Hypothesis Testing in the User Experience

Jeff Sauro, PhD

The science project.

It’s something we all have completed and if you have kids might see each year at the school science fair.

  • Does an expensive baseball travel farther than a cheaper one?
  • Which melts an ice block quicker, salt water or tap water?
  • Does changing the amount of vinegar affect the color when dying Easter eggs?

While the science project might be relegated to the halls of elementary schools or your fading childhood memory, it provides an important lesson for improving the user experience.

The science project provides us with a template for designing a better user experience. Form a clear hypothesis, identify metrics, and collect data to see if there is evidence to refute or confirm it. Hypothesis testing is at the heart of modern statistical thinking and a core part of the Lean methodology.

Instead of approaching design decisions with pure instinct and arguments in conference rooms, form a testable statement, invite users, define metrics, collect data and draw a conclusion.

  • Does requiring the user to double enter an email result result in more valid email addresses?
  • Will labels on the top of form fields or the left of form fields reduce the time to complete the form?
  • Does requiring the last four digits of your Social Security Number improve application rates over asking for a full SSN?
  • Do users have more trust in the website if we include the McAfee security symbol or the Verisign symbol?
  • Do more users make purchases if the checkout button is blue or red?
  • Does a single long form generate higher form submissions than the division of the form on three smaller pages?
  • Will users find items faster using mega menu navigation or standard drop-down navigation?
  • Does the number of monthly invoices a small business sends affect which payment solution they prefer?
  • Do mobile users prefer to download an app to shop for furniture or use the website?

Each of the above questions is both testable and represents real examples. It’s best to have as specific a hypothesis as possible and isolate the variable of interest. Many of these hypotheses can be tested with a simple A/B test, unmoderated usability test, survey or some combination of them all.

Even before you collect any data, there is an immediate benefit gained from forming hypotheses. It forces you and your team to think through the assumptions in your designs and business decisions. For example, many registration systems require users to enter their email address twice. If an email address is wrong, in many cases a company has no communication with a prospective customer.

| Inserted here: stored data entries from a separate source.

"use client";

import Link from "next/link";
import { usePathname } from "next/navigation";
import { useCallback, useEffect, useState } from "react";
import { Mark } from "@/components/ui/marks";
import { discardEntry, listEntries, onQueueChange, sendWaiting, setQueueOwner, type WaitingEntry } from "@/lib/client/offline-queue";
import { usePageRefresh } from "@/lib/client/revalidate";

// While entries wait, they are tried again this often (besides page load and the `online` event).
const RETRY_MS = 20_000;

/** A refused entry's values, so the keeper can make it again by hand. */
function valuesWords(body: unknown): string[] {
  if (!body || typeof body !== "object") return [];
  const out: string[] = [];
  for (const [k, v] of Object.entries(body as Record<string, unknown>)) {
    if (v == null || v === "") continue;
    if (Array.isArray(v)) v.forEach((item, i) => out.push(`${k} ${i + 1}: ${valuesWords(item).join(", ")}`));
    else if (typeof v === "object") out.push(`${k}: ${valuesWords(v).join(", ")}`);
    else out.push(`${k}: ${String(v)}`);
  }
  return out;
}

const timeOf = (iso: string) => new Date(iso).toLocaleString([], { weekday: "short", hour: "2-digit", minute: "2-digit" });

/**
 * The log entries made on this phone with no signal, for this person and farm: each says it is
 * waiting, or why the server would not store it. Sends them when the signal returns (the `online`
 * event, on load, and every RETRY_MS while any wait), then refreshes what the page shows.
 */
export function WaitingEntries({ userId, farmId }: { userId: string; farmId: string }) {
  const [entries, setEntries] = useState<WaitingEntry[]>([]);
  const refresh = usePageRefresh();
  const path = usePathname();

  const reload = useCallback(() => {
    listEntries(userId, farmId)
      .then(setEntries)
      .catch((e: unknown) => console.warn("[wormward] could not read the entries kept on this phone:", e));
  }, [userId, farmId]);

  const sendNow = useCallback(async () => {
    if (!navigator.onLine) return;
    const { sent } = await sendWaiting(userId, farmId).catch((e: unknown) => {
      console.warn("[wormward] sending kept entries failed:", e);
      return { sent: [] };
    });
    if (sent.length) await refresh();
  }, [userId, farmId, refresh]);

  useEffect(() => {
    setQueueOwner(userId, farmId);
    reload();
    void sendNow();
    const off = onQueueChange(reload);
    window.addEventListener("online", sendNow);
    return () => {
      off();
      window.removeEventListener("online", sendNow);
    };
  }, [userId, farmId, reload, sendNow]);

  const waiting = entries.filter((e) => e.state !== "refused").length;
  useEffect(() => {
    if (!waiting) return;
    const t = setInterval(() => void sendNow(), RETRY_MS);
    return () => clearInterval(t);
  }, [waiting, sendNow]);

  if (entries.length === 0) return null;
  return (
    <section aria-labelledby="waiting-h" className="mx-4 mt-3 rounded-2xl bg-white p-4 ring-1 ring-soil-300">
      <h2 id="waiting-h" className="flex items-center gap-2 text-lg font-bold">
        <Mark name="toSend" />
        Waiting to send ({entries.length})
      </h2>
      <p className="text-sm text-soil-700">
        {waiting > 0
          ? "Kept on this phone. They are sent by themselves when there is signal."
          : "The server would not store these: make them again by hand, then discard them."}
      </p>
      <ul aria-label="Entries on this phone" className="mt-2 space-y-2">
        {entries.map((e) => (
          <li key={e.key} data-key={e.key} className="rounded-xl bg-paper p-3 ring-1 ring-soil-300">
            <p className="font-bold">{e.what}</p>
            <p className="text-sm text-soil-700">
              Made {timeOf(e.madeAt)}
              {e.page !== path && (
                <>
                  {" · "}
                  <Link href={e.page} className="underline underline-offset-4">
                    its page
                  </Link>
                </>
              )}
            </p>
            {e.state === "waiting" && <p className="text-sm font-bold">Waiting to send</p>}
            {e.state === "signed-out" && <p className="text-sm font-bold">Waiting to send: sign in again on this phone to send it.</p>}
            {e.state === "refused" && (
              <>
                <p className="flex items-center gap-1 text-sm font-bold text-clay-700">
                  <Mark name="error" />
                  Not stored: {e.refusal?.message}
                </p>
                {e.refusal?.status === 422 && (
                  <ul aria-label="Its values" className="mt-1 list-disc pl-5 text-sm">
                    {valuesWords(e.body).map((v) => (
                      <li key={v}>{v}</li>
                    ))}
                  </ul>
                )}
                <button type="button" onClick={() => void discardEntry(e.key)} className="mt-2 min-h-11 rounded-lg px-3 font-bold ring-1 ring-soil-500">
                  Discard
                </button>
              </>
            )}
          </li>
        ))}
      </ul>
      {waiting > 0 && (
        <button type="button" onClick={() => void sendNow()} className="mt-3 min-h-11 rounded-lg bg-soil-800 px-3 font-bold text-white">
          Send now
        </button>
      )}
    </section>
  );
}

Requiring two email fields would presumably reduce the number of mistyped email addresses. But just like legislation can have unintended consequences, so do rules in the user interface. Do users just copy and paste their email thus negating the double fields? If you then disable the pasting of email addresses into the field, does this lead to more form abandonment and less overall customers?

Metrics

With a clear hypothesis to test, the next step involves identifying metrics that help quantify the experience. Like most tests, you can use a simple binary metric (yes/no, pass/fail, convert/didn’t convert). For example, you could collect how many users registered using the double email vs. the single email form, how many submitted using the last four numbers of their SSN vs. the full SSN, and how many found an item with the mega menu vs. the standard menu.

Binary metrics are simple, but they usually can’t fully describe the experience. This is why we routinely collect multiple metrics, both performance and attitudinal. You can measure the time it takes users to submit alternate versions of the forms, or the time it takes to find items using different menus. Rating scales and forced ranking questions are good ways of measuring preferences for downloading apps or choosing a payment solution.

With a clear research hypothesis and some appropriate metrics, the next steps involve collecting data from the right users and analyzing the data statistically to test the hypothesis. Technically we rework our research hypothesis into what’s called the Null Hypothesis, then look for evidence against the Null Hypothesis, usually in the form of the p-value. This is of course a much larger topic we cover in Quantifying the User Experience.

While the process of subjecting data to statistical analysis intimidates many designers and researchers (recalling those school memories again), remember that the hardest and most important part is working with a good testable hypothesis. It takes practice to convert fuzzy business questions into testable hypotheses. Once you’ve got that down, the rest is mechanics that we can help with.